So today begins Lent, for those who follow a liturgical calendar. In simplest of explanations, children are often taught that during Lent, those forty days before Easter, one should “give up something” so that, when Easter arrives, and that missed item is returned, it is more valued.
I think about this time of giving up something and am reminded of a blog post I saw some time ago from a teacher in North Carolina who gave up his job, resigned. Quit. He was completely fed up with a system that — in his district — was only about teaching kids to pass a test. He gave up something he dearly loved, and was very good at, to make a point.
And I think about the teachers at a 5-12 school in New York City Bob Probst and I worked with two weeks ago who told us they had to give up teaching anything new for the next month as the school was going into “lock down” and would only be reviewing for the upcoming mandated tests. For one month, students would only do test-prep.
And I think about a teacher in Arkansas I visited with a few weeks ago who was giving up a part of her salary each week to help buy clothes for some kids in her classroom who didn’t have homes, much less winter coats, that would keep them warm.
I think about the college seniors I Skyped with yesterday at Carlton college who wondered what we were giving up in our ELA classrooms when we all agreed (and why did we do this, they asked) to set aside any sort of questions that encouraged a personal response to instead embrace only “text-dependent” questions. “What have we given up?” they asked.
Giving up can mean so many different things.
And then I think a bit more about Lent. Only for children is it really only about giving up. Actually, it’s about reflecting. It’s about searching and wondering and being still and listening, but most certainly it is not only about giving up; it’s also about taking on.
This Lent — and it doesn’t matter if you call this time Lent or simply the quiet days before spring blooms in all its brilliance — this Lent, I plan to do more taking on than giving up. I plan to take on the naysayers of education, reminding them of all the good that our nation’s teachers do each day. Dear teachers, don’t you lose sight of the opportunity you have each day to make a difference in each child’s life.
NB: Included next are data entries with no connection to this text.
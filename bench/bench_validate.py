"""Benchmark of ``loam validate``: a synthetic clean OUT folder of many one-second clips,
and the time :func:`pipeline.commands.validate.validate_out` takes on it (``make bench``
runs it on 100,000 rows)."""

from __future__ import annotations

import json
import os
from pathlib import Path
from typing import Any

import numpy as np
import soundfile as sf

from pipeline import __version__
from pipeline.commands.validate import validate_out
from pipeline.core.config import build_config
from pipeline.core.errors import ParameterError
from pipeline.core.fsio import sha256_bytes, write_text_atomic
from pipeline.core.manifest import empty_table, table_from_columns, write_manifest
from pipeline.core.names import (
    HELDOUT,
    LABELLED,
    REJECTED,
    RESOLVED_CONFIG,
    SUBSETS,
    UNLABELLED,
    subset_manifest,
)

RATE = 16000
PHONES = ["DH", "AH", "K", "AE", "T"]


def _link_clips(out: Path, audio_paths: list[str]) -> None:
    """One second of a 220 Hz tone at every path of ``audio_paths`` under ``out``: hard
    links to one FLAC file (copies where links are refused)."""
    (out / "audio").mkdir(parents=True, exist_ok=True)
    template = out / "audio" / "template.flac"
    t = np.arange(RATE) / RATE
    sf.write(template, 0.1 * np.sin(2 * np.pi * 220 * t), RATE, subtype="PCM_16")
    for folder in {Path(rel).parent for rel in audio_paths}:
        (out / folder).mkdir(parents=True, exist_ok=True)
    for rel in audio_paths:
        target = out / rel
        if not target.exists():
            try:
                os.link(template, target)
            except OSError:
                target.write_bytes(template.read_bytes())
    template.unlink()


def _subset_columns(name: str, clip_ids: list[str], speaker_ids: list[str], audio_paths: list[str],
                    *, tier: str, parts: list[str | None]) -> dict[str, list[Any]]:
    """The columns of subset ``name`` for these clips: one clean second each."""
    n = len(clip_ids)
    transcribed = name != UNLABELLED
    return {
        "clip_id": clip_ids,
        "speaker": speaker_ids,
        "group": speaker_ids,
        "audio_path": audio_paths,
        "audio_sha256": [sha256_bytes(c.encode()) for c in clip_ids],
        "sample_rate": [RATE] * n,
        "num_samples": [RATE] * n,
        "duration_s": [1.0] * n,
        "source_path": [f"{sp}/{c}.wav" for sp, c in zip(speaker_ids, clip_ids, strict=True)],
        "source_start_s": [0.0] * n,
        "source_end_s": [1.0] * n,
        "loudness_lufs": [-23.0] * n,
        "loudness_in_lufs": [-30.0] * n,
        "transcript": [f"the cat {c}" if transcribed else None for c in clip_ids],
        "transcript_origin": ["sidecar" if transcribed else None for _ in clip_ids],
        "norm_text": [f"the cat {c}" if transcribed else None for c in clip_ids],
        "phones": [PHONES if transcribed else None for _ in clip_ids],
        "subset": [name] * n,
        "tiers": [[tier] if name == LABELLED else [] for _ in clip_ids],
        "speech_ratio": [0.8] * n,
        "snr_db": [30.0] * n,
        "bandwidth_hz": [7500.0] * n,
        "clipped_fraction": [0.0] * n,
        "speaking_rate": [5.0 if transcribed else None for _ in clip_ids],
        "rate_z": [0.0 if transcribed else None for _ in clip_ids],
        "near_duplicate_of": [None] * n,
        "quality_flags": [[] for _ in clip_ids],
        "scorable": [transcribed] * n,
        "part": parts,
    }


def synthetic_out(out: Path, *, n_rows: int, speakers: int = 200) -> Path:
    """A clean synthetic OUT of ``n_rows`` one-second clips for timing
    :func:`pipeline.commands.validate.validate_out`.

    Every clip's file is a hard link to one FLAC file (copies where links are refused), so
    building 100,000 clips takes seconds; ``audio_sha256`` values are distinct stand-ins, so
    only ``deep=False`` runs are meaningful on it. A tenth of the speakers are held out,
    a fifth of the rest labelled, in one tier as long as the labelled clips; held-out
    speakers of even number are in part dev, the others in test.
    """
    if n_rows < 1:
        raise ParameterError(f"n_rows={n_rows} must be >= 1")
    out = Path(out)
    ids = np.arange(n_rows)
    speaker = ids % speakers
    heldout = speaker < max(1, speakers // 10)
    labelled = ~heldout & (speaker % 5 == 0)
    subset = np.where(heldout, HELDOUT, np.where(labelled, LABELLED, UNLABELLED))
    budget_s = max(1, int(labelled.sum()))
    config = build_config({"split": {"labelled_budgets": [f"{budget_s}s"], "group_by": "speaker"}})
    write_text_atomic(out / RESOLVED_CONFIG, json.dumps(config.to_json(), indent=2, sort_keys=True) + "\n")

    clip_ids = [f"clip{i:07d}-{i:010x}" for i in ids]
    speaker_ids = [f"spk{k:04d}" for k in speaker]
    audio_paths = [f"audio/{sp}/{c}.flac" for sp, c in zip(speaker_ids, clip_ids, strict=True)]
    _link_clips(out, audio_paths)
    meta = {"version": __version__, "stage": "split", "config_sha256": config.sha256()}
    for name in SUBSETS:
        sel = np.flatnonzero(subset == name)
        parts = [("dev" if speaker[i] % 2 == 0 else "test") if name == HELDOUT else None for i in sel]
        columns = _subset_columns(name, [clip_ids[i] for i in sel], [speaker_ids[i] for i in sel],
                                  [audio_paths[i] for i in sel], tier=f"{budget_s}s", parts=parts)
        write_manifest(out / subset_manifest(name), "subset", table_from_columns("subset", columns), metadata=meta)
    write_manifest(out / REJECTED, "rejected", empty_table("rejected"), metadata=meta)
    return out


def bench_validate(n_rows: int, tmp: Path) -> dict[str, Any]:
    """Time :func:`validate_out` on a synthetic OUT of ``n_rows`` clips.

    Returns the seconds and rows per second with and without the per-file header checks,
    and the number of problems found (0 on the clean synthetic folder).

    Examples
    --------
    >>> import tempfile
    >>> with tempfile.TemporaryDirectory() as tmp:
    ...     figures = bench_validate(50, Path(tmp))
    >>> figures["rows"], figures["problems_manifests_only"], figures["problems_with_headers"]
    (50, 0, 0)
    """
    out = synthetic_out(Path(tmp) / f"validate-{n_rows}", n_rows=n_rows)
    figures: dict[str, Any] = {"rows": n_rows}
    for label, audio_files in (("manifests_only", False), ("with_headers", True)):
        result = validate_out(out, audio_files=audio_files)
        figures[f"seconds_{label}"] = round(result.seconds, 3)
        figures[f"rows_per_second_{label}"] = round(n_rows / result.seconds) if result.seconds else None
        figures[f"problems_{label}"] = len(result.problems)
    return figures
I plan to take on the assumption that text-dependent questions create the self-reliant, lifetime readers we want more than any other type of question might do. Where is the research that supports this? I plan to take on the assumed authority of the Publishers’ Criteria and ask upon what research it is based.
I want to take on reminding policy makers that a test score is simply that: a test score. I want to take on reminding them that the goal of education is bigger than making someone college or career ready. Education is about teaching children so that they can become all they can be. It’s about teaching children so that they will someday become the active successful participants this democracy desperately needs them to be; so that they might become the creative, compassionate, caring contributors this society hopes they will be.

This Lent, I want to give up pessimism and take on optimism; I want to give up fear and take on hope. I want to look at each child in each class I teach as that kid who wants to be his best but just might be too hungry or too scared or too beaten by life to know how to get there and see not a sullen face, but one that if I can teach him to take on, rather than give up, will find that spring is full of hope, indeed.